Ever since my 2-1/2-year-old son pointed to a picture of my mother and said, “Mommie,” I have been aware that I have fallen into the inevitable and have become my mother.
I was not one of those teenagers who vowed never to be like my mother. My mother treated me with respect and allowed me to be my own individual. But now, as I grow older, and look around and see myself looking and acting more and more like her, I still find it disconcerting.
When I look at my face in the mirror, more and more it is my mother I see looking back. It is the angle of my chin, the motion of my hands.
Much of my life it has been, or at least I had wanted it to be, my father’s face, since he died when I was a child and I longed for some connection.
But now it is clearly my mother. Especially right after a shower when my hair is wet and off my face. I see my cheeks clearly. I see the darkness under my eyes. I see how much older I look. My mother has always been older than I was, obviously. And now, I see, that I too am older than I was.
I want to make very clear: it is not bad to look like my mother. My mother is lovely and accomplished. She raised me on her own and I think she did a really great job. She is quite beautiful and looks nowhere near her 62 years.
In fact, on her 60th birthday, right after I had my son, as we sat in a restaurant, our waiter got carried away with complimenting her on her birthday and actually said he thought I was the mother — not that we were sisters mind you — but mother and daughter. Granted, I had just had a baby who had been hospitalized for much of his short life. I was also still quite heavy, one of the few where nursing kept the weight on me. But my 60-year-old mother’s mother? Seriously?
Not caring that he was probably just scrounging for a good tip, I began to cry. The waiter, while trying to apologize, though, only drove home the point when he said, “but I really thought that.”
I have lost the weight and the worried frown some two years later, but often I still feel that vulnerable.
But looking older is not the only way that I feel I am becoming my mother. When I open my mouth and hear not only something she would say, but how she would say it, in tone and inflection, it strikes me. The historical and genetic implications are cool to me, but the social ones can be unsettling.
I have friends who complain about how irritating or annoying their moms can be. But when I see them together I actually think that their moms are cute and adorable, borderline eccentric maybe, but nothing that would cause their grown daughters to retreat to teenagedom — eye-rolling and loud sighing.
So when my own mom starts to bring these reactions out in me, as she has been known to do, I try to take a step back and think what would I think if she were someone else’s mom. And I probably would think she was fun, maybe a little kooky, but not outrageously irritating. I am not always successful at this, as I am sure she will tell you. Perhaps I am worried as I become more and more like her that my actions are not as endearing as hers.
What I think is challenging about this process is even if you like your mother, and wouldn’t mind turning into her, you spend your whole life creating your own identity only to sort of stumble into one that is already established.
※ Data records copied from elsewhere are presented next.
import path from 'node:path';
import type { Page } from 'playwright-core';
import { describe, expect, it } from 'vitest';
import { rootDir } from '../../server/config';
import { DEMO_PASSWORD } from '../../server/seeders/demo';
import { demoEmail } from '../helpers/app';
import { browserSuite, screenshot, watchConsole } from '../helpers/browser';


const suite = browserSuite();

async function signIn(page: Page, role: 'owner' | 'estimator') {
  await page.goto(`${suite.server.baseUrl}/signin`);
  await page.getByLabel('E-mail').fill(demoEmail(role));
  await page.getByLabel('Password').fill(DEMO_PASSWORD);
  await page.getByRole('button', { name: 'Sign in' }).click();
  await page.getByTestId('current-user').waitFor();
}

const fixture = path.join(rootDir, 'tests', 'fixtures', 'supplier-prices.csv');
const escapeRe = (text: string) => text.replace(/[.*+?^${}()|[\]\\]/g, '\\$&');

describe('the owner keeps the price list', () => {
  it('uploads a supplier file, reviews the preview, applies it and sees the new prices and their history', async () => {
    const page = await suite.browser.newPage({ viewport: { width: 1440, height: 900 } });
    const errors = watchConsole(page);
    await signIn(page, 'owner');
    await page.getByRole('navigation', { name: 'Main' }).getByRole('link', { name: 'Price list' }).click();
    await page.getByRole('heading', { level: 1, name: 'Price list' }).waitFor();
    // Other files add materials of their own: the flakes are found by searching, not by the first page.
    await page.getByRole('searchbox', { name: /Search materials/ }).fill('shellac');
    await page.getByRole('searchbox', { name: /Search materials/ }).press('Enter');
    await expect.poll(() => page.getByTestId('price-SHELLAC-FLAKES-250').textContent()).toBe('£11.40');
    await screenshot(page, 'price-list-before');

    await page.getByRole('link', { name: 'Upload supplier file' }).click();
    await page.getByRole('heading', { level: 1, name: 'Supplier price file' }).waitFor();
    await page.getByRole('button', { name: 'Read and preview' }).click();
    await expect.poll(() => page.getByRole('alert').first().textContent()).toMatch(/Choose a CSV file first/);
    await page.setInputFiles('#price-file', fixture);
    await page.getByRole('button', { name: 'Read and preview' }).click();
    const changes = page.getByRole('table', { name: 'Prices that change' });
    await changes.waitFor();
    const shellacRow = changes.getByRole('row').filter({ hasText: 'SHELLAC-FLAKES-250' });
    await expect.poll(() => shellacRow.textContent()).toMatch(/£11\.40.*£12\.35.*\+8\.3 %/);
    const spiritRow = changes.getByRole('row').filter({ hasText: 'SPIRIT-1000' });
    await expect.poll(() => spiritRow.textContent()).toMatch(/1000 mL.*£6\.20.*£6\.85/);
    await expect.poll(() => page.getByRole('table', { name: 'New items' }).textContent()).toMatch(/Shellac flakes, amber button/);
    await expect.poll(() => page.getByText('vat_band — these are ignored.').count()).toBe(1);
    await screenshot(page, 'price-file-preview');

    await page.getByRole('button', { name: 'Apply 5 changes' }).click();
    await expect.poll(() => page.getByText('Price list updated').count()).toBe(1);
    await expect.poll(() => page.getByText(/5 prices recorded, 1 pack and 1 material added/).count()).toBe(1);
    await screenshot(page, 'price-file-applied');

    // The open estimates were priced with the list before the file: the notice leads to repricing them.
    const notice = page.getByRole('status').filter({ hasText: 'use older prices' });
    await expect.poll(() => notice.textContent()).toMatch(/^Caution: \d+ open estimates use older prices — review repricing/);
    await notice.getByRole('link', { name: 'review repricing' }).click();
    await page.getByRole('heading', { level: 1, name: 'Reprice open estimates' }).waitFor();
    const candidate = page.getByRole('table', { name: 'Open estimates on an older price list' }).getByRole('row').filter({ hasText: 'Barnaby Quillfeather' });
    await candidate.waitFor();
    const number = (await candidate.getByRole('link').first().textContent())!;
    const oldTotal = (await candidate.getByTestId('old-total').textContent())!;
    const newTotal = (await candidate.getByTestId('new-total').textContent())!;
    expect(oldTotal).toMatch(/^£[\d,]+\.\d\d$/);
    expect(newTotal).not.toBe(oldTotal);
    expect(await candidate.textContent()).toMatch(/up\+£[\d,]+\.\d\d\+\d+\.\d %/);
    await candidate.getByRole('checkbox', { name: `Select ${number}, Barnaby Quillfeather` }).check();
    await screenshot(page, 'reprice-list');
    await page.getByRole('button', { name: 'Reprice selected (1)' }).click();
    const confirm = page.getByRole('dialog', { name: 'Reprice 1 estimate?' });
    await expect.poll(() => confirm.getByRole('listitem').textContent()).toBe(`${number} · Barnaby Quillfeather${oldTotal}${newTotal}`);
    await screenshot(page, 'reprice-confirm');
    await confirm.getByRole('button', { name: 'Reprice 1 estimate' }).click();
    await page.getByRole('heading', { level: 2, name: '1 estimate repriced' }).waitFor();
    const repriced = page.getByTestId(`repriced-${number}`);
    await expect.poll(() => repriced.textContent()).toMatch(new RegExp(`Revision 2 saved${escapeRe(oldTotal)}${escapeRe(newTotal)}`));
    await expect.poll(() => candidate.count()).toBe(0);
    await screenshot(page, 'reprice-done');

    // A new revision with the new total; revision 1 keeps the total it was saved with.
    await repriced.getByRole('link', { name: `Open ${number}` }).click();
    await page.getByText(`Estimate ${number}`, { exact: true }).waitFor();
    await expect.poll(() => page.getByTestId('revision-2').textContent()).toMatch(new RegExp(`Revision 2current.*Repriced with prices of \\d{1,2} \\w{3} \\d{4}.*${escapeRe(newTotal)}`));
    await expect.poll(() => page.getByTestId('revision-1').textContent()).toContain(oldTotal);
    expect(await page.getByTestId('revision-1').textContent()).not.toContain(newTotal);
    await screenshot(page, 'reprice-estimate');
    await page.getByRole('button', { name: 'Compare 1 and 2' }).click();
    await page.getByRole('heading', { level: 1, name: `Compare revisions of ${number}` }).waitFor();
    await screenshot(page, 'reprice-compare');

    await page.getByRole('navigation', { name: 'Main' }).getByRole('link', { name: 'Price list' }).click();
    await page.getByRole('searchbox', { name: /Search materials/ }).fill('shellac');
    await page.getByRole('searchbox', { name: /Search materials/ }).press('Enter');
    await expect.poll(() => page.getByTestId('price-SHELLAC-FLAKES-250').textContent()).toBe('£12.35');
    await expect.poll(() => page.getByTestId('price-SHELLAC-FLAKES-500').textContent()).toBe('£21.40');
    await expect.poll(() => page.getByTestId('price-QFS-AMBER-250').textContent()).toBe('£13.20');
    await screenshot(page, 'price-list-after-shellac');
    await page.getByRole('searchbox', { name: /Search materials/ }).fill('SPIRIT-');
    await page.getByRole('searchbox', { name: /Search materials/ }).press('Enter');
    await expect.poll(() => page.getByTestId('price-SPIRIT-1000').textContent()).toBe('£6.85');
    await expect.poll(() => page.getByTestId('price-SPIRIT-5000').textContent()).toBe('£24.10');
    await expect.poll(() => page.getByTestId('price-SPIRIT-2500').textContent()).toBe('£12.90');

    await page.getByRole('link', { name: 'Price history of Finishing spirit (methylated)' }).click();
    await page.getByRole('heading', { level: 1, name: 'Finishing spirit (methylated)' }).waitFor();
    await page.locator('.recharts-surface').first().waitFor();
    const history1000 = page.getByRole('table', { name: 'Price history of the 1000 mL pack' });
    await expect.poll(() => history1000.getByRole('row').nth(1).textContent()).toMatch(/£6\.85.*\+10\.5 %.*supplier-prices\.csv.*Ottilie Marchbank/);
    await expect.poll(() => history1000.textContent()).toMatch(/£6\.20/);
    await expect.poll(() => page.locator('.recharts-line').count()).toBe(3);
    await screenshot(page, 'price-history-spirit');
    expect(errors).toEqual([]);
    await page.close();
  });

  it('a file with a bad row shows the line and reason and cannot be applied', async () => {
    const page = await suite.browser.newPage({ viewport: { width: 1440, height: 900 } });
    await signIn(page, 'owner');
    await page.goto(`${suite.server.baseUrl}/price-list/upload`);
    await page.setInputFiles('#price-file', { name: 'bad.csv', mimeType: 'text/csv', buffer: Buffer.from('supplier,supplier_code,price\nQuillby Finishing Supplies,WAX-200,9.80\nQuillby Finishing Supplies,WAX-400,about sixteen\n') });
    await page.getByRole('button', { name: 'Read and preview' }).click();
    const bad = page.getByRole('table', { name: 'Rows that cannot be read' });
    await expect.poll(() => bad.textContent()).toMatch(/3.*price "about sixteen" is not an amount/);
    expect(await page.getByRole('button', { name: /Apply 1 change/ }).isDisabled()).toBe(true);
    await screenshot(page, 'price-file-bad-row');
    await page.close();
  });

  it('the owner edits a pack price in place, then settings, a finishing system and reads the audit log', async () => {
    const page = await suite.browser.newPage({ viewport: { width: 1440, height: 900 } });
    const errors = watchConsole(page);
    await signIn(page, 'owner');
    await page.goto(`${suite.server.baseUrl}/price-list?q=pumice`);
    await page.getByRole('button', { name: 'New price for Pumice powder, fine, 250 g' }).click();
    await page.getByRole('textbox', { name: 'New price for Pumice powder, fine, 250 g' }).fill('6,1.0');
    await page.getByRole('button', { name: 'Save price for Pumice powder, fine, 250 g' }).click();
    await expect.poll(() => page.getByRole('alert').first().textContent()).toMatch(/Price must be an amount/);
    await page.getByRole('textbox', { name: 'New price for Pumice powder, fine, 250 g' }).fill('6,10');
    await page.getByRole('button', { name: 'Save price for Pumice powder, fine, 250 g' }).click();
    await expect.poll(() => page.getByTestId('price-PUMICE-250').textContent()).toBe('£6.10');
    await screenshot(page, 'price-list-inline-price');
    await expect.poll(() => page.getByRole('status').filter({ hasText: 'use older prices' }).textContent()).toMatch(/\d+ open estimates? uses? older prices — review repricing/);
    await screenshot(page, 'price-list-reprice-notice');

    await page.getByRole('navigation', { name: 'Main' }).getByRole('link', { name: 'Settings' }).click();
    await page.getByRole('heading', { level: 1, name: 'Settings' }).waitFor();
    await page.getByLabel('Markup on materials (%)').fill('140');
    await page.getByRole('button', { name: 'Save settings' }).last().click();
    await screenshot(page, 'settings-error');
    await expect.poll(() => page.getByText('must be at most 100').count()).toBeGreaterThan(0);
    expect(await page.evaluate(() => document.activeElement?.getAttribute('aria-invalid'))).toBe('true');
    await page.getByLabel('Markup on materials (%)').fill('27.5');
    await page.getByRole('button', { name: 'Save settings' }).first().click();
    await expect.poll(() => page.getByText('Settings saved. New estimates use them at once.').count()).toBe(1);
    await screenshot(page, 'settings-saved');

    await page.getByRole('navigation', { name: 'Main' }).getByRole('link', { name: 'Finishing systems' }).click();
    await page.getByRole('link', { name: 'Full repolish', exact: false }).first().click();
    await page.getByRole('heading', { level: 2, name: 'Stages, in order' }).waitFor();
    await page.locator('li button[aria-expanded]').nth(1).click();
    await screenshot(page, 'finishing-system-editor');

    await page.getByRole('navigation', { name: 'Main' }).getByRole('link', { name: 'Wood species' }).click();
    await page.getByRole('table', { name: 'Wood species' }).getByRole('cell', { name: 'Mahogany', exact: true }).waitFor();
    await screenshot(page, 'species');

    await page.getByRole('navigation', { name: 'Main' }).getByRole('link', { name: 'Audit log' }).click();
    await page.getByRole('heading', { level: 1, name: 'Audit log' }).waitFor();
    await page.getByLabel('Record').selectOption('workshop');
    await expect.poll(() => page.getByRole('table', { name: 'Audit log' }).textContent()).toMatch(/pricing › markup %25 %27\.5 %/);
    await page.getByLabel('Record').selectOption('pack-price');
    await expect.poll(() => page.getByRole('table', { name: 'Audit log' }).textContent()).toMatch(/Pumice powder, fine, 250 gprice£5\.60£6\.10from/);
    await screenshot(page, 'audit-log');
    expect(errors).toEqual([]);
    await page.close();
  });

  it('the estimator reads the price list and the systems without edit controls', async () => {
    const page = await suite.browser.newPage({ viewport: { width: 1440, height: 900 } });
    await signIn(page, 'estimator');
    await page.getByRole('navigation', { name: 'Main' }).getByRole('link', { name: 'Price list' }).click();
    await page.getByRole('table', { name: 'Materials' }).waitFor();
    await expect.poll(() => page.getByTestId('price-WAX-200').count()).toBe(1);
    expect(await page.getByRole('button', { name: /New price for/ }).count()).toBe(0);
    expect(await page.getByRole('button', { name: 'Add material' }).count()).toBe(0);
    await screenshot(page, 'price-list-estimator');
    await page.goto(`${suite.server.baseUrl}/settings`);
    await expect.poll(() => page.getByText('Not available to your role').count()).toBe(1);
    await page.close();
  });
});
But while I aim for us to be separate from each other, when I watch her with my son, I expect her to be an extension of me, to parent as I would. When she watches him, I snap easier than I should. I hover. I treat her like she is me and expect her to respond how I would, which is entirely unfair. But I am realizing, even though I may be her extension, she is not mine. Nor should she be.
She is the grandma. She is there to indulge him and fuss over him and stare at him and think everything he does is lovely and give into his whims and his whines.
She is grandma. And a very good grandma at that. I am the mom. She is not a second mom, not another version of me.
And even though my son points and says “Mommie” to her picture (a picture I may add where she is in her late 30’s as I am now), I know I am not just another version of her.
And even if I were, if that means being mistaken for my child’s child when I am 60 years old, well then, that doesn’t seem so bad.